## WHAT THE TASK REQUIRES
Where a line in the records below contains the string "regime", tally it; give only the final number.

## RECORD SET
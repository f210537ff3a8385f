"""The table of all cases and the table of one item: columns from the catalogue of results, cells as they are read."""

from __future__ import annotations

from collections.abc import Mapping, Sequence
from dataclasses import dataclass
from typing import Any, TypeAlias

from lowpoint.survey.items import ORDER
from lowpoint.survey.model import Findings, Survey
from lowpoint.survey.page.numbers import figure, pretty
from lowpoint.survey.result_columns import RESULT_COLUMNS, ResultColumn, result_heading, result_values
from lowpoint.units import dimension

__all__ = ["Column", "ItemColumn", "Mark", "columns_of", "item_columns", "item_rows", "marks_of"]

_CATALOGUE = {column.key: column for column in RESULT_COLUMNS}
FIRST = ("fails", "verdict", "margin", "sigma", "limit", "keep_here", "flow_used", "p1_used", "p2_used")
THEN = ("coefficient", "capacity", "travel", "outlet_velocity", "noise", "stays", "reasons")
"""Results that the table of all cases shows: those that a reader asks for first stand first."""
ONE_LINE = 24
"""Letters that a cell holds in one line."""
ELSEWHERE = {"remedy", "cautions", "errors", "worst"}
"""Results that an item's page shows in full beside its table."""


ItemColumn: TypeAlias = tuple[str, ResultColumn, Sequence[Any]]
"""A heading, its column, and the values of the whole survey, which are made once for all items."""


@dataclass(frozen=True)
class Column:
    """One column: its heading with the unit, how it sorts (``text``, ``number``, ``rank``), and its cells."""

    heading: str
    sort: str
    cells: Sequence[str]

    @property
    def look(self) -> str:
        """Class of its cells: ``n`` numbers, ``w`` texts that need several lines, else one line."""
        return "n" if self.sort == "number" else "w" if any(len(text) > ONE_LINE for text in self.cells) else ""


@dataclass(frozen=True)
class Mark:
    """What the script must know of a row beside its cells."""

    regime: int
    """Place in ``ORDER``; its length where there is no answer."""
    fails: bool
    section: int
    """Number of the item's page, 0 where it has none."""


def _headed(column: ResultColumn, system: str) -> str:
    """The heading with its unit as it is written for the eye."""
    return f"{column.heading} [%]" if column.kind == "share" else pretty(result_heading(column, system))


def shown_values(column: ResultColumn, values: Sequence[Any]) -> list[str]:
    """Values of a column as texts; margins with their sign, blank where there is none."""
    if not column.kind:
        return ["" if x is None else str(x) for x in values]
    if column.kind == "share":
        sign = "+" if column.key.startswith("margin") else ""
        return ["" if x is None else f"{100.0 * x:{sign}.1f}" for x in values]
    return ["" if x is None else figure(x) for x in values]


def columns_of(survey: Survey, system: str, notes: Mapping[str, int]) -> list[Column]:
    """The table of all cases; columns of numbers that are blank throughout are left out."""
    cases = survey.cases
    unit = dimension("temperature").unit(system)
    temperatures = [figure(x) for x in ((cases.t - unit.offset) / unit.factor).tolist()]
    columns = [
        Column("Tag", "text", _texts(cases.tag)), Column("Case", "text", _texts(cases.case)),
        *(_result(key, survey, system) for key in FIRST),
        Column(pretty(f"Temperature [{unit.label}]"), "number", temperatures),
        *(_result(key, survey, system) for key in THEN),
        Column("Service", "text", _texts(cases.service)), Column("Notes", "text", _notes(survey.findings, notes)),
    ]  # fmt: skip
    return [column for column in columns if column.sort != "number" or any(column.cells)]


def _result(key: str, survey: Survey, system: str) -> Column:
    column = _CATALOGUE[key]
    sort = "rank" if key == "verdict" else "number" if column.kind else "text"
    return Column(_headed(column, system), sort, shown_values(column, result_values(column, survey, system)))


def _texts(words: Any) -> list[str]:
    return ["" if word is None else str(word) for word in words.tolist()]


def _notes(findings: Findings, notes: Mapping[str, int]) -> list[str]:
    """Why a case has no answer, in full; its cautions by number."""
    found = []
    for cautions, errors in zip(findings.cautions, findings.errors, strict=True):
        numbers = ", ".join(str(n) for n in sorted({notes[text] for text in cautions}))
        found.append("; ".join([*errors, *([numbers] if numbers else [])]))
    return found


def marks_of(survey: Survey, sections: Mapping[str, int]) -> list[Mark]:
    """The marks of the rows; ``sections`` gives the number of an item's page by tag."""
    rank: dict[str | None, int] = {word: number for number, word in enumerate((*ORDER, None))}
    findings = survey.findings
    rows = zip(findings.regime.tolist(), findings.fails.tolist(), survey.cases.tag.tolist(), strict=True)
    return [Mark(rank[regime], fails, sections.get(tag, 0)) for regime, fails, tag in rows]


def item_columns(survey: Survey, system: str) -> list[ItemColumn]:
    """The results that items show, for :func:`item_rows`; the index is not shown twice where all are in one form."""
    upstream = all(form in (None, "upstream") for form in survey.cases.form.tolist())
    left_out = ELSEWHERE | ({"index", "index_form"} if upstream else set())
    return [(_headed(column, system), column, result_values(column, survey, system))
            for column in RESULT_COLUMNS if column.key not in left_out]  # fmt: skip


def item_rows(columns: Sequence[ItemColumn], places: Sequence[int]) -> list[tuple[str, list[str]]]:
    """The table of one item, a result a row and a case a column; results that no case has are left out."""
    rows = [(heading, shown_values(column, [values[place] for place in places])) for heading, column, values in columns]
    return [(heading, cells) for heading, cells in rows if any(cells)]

## PROBLEM SOLUTION
3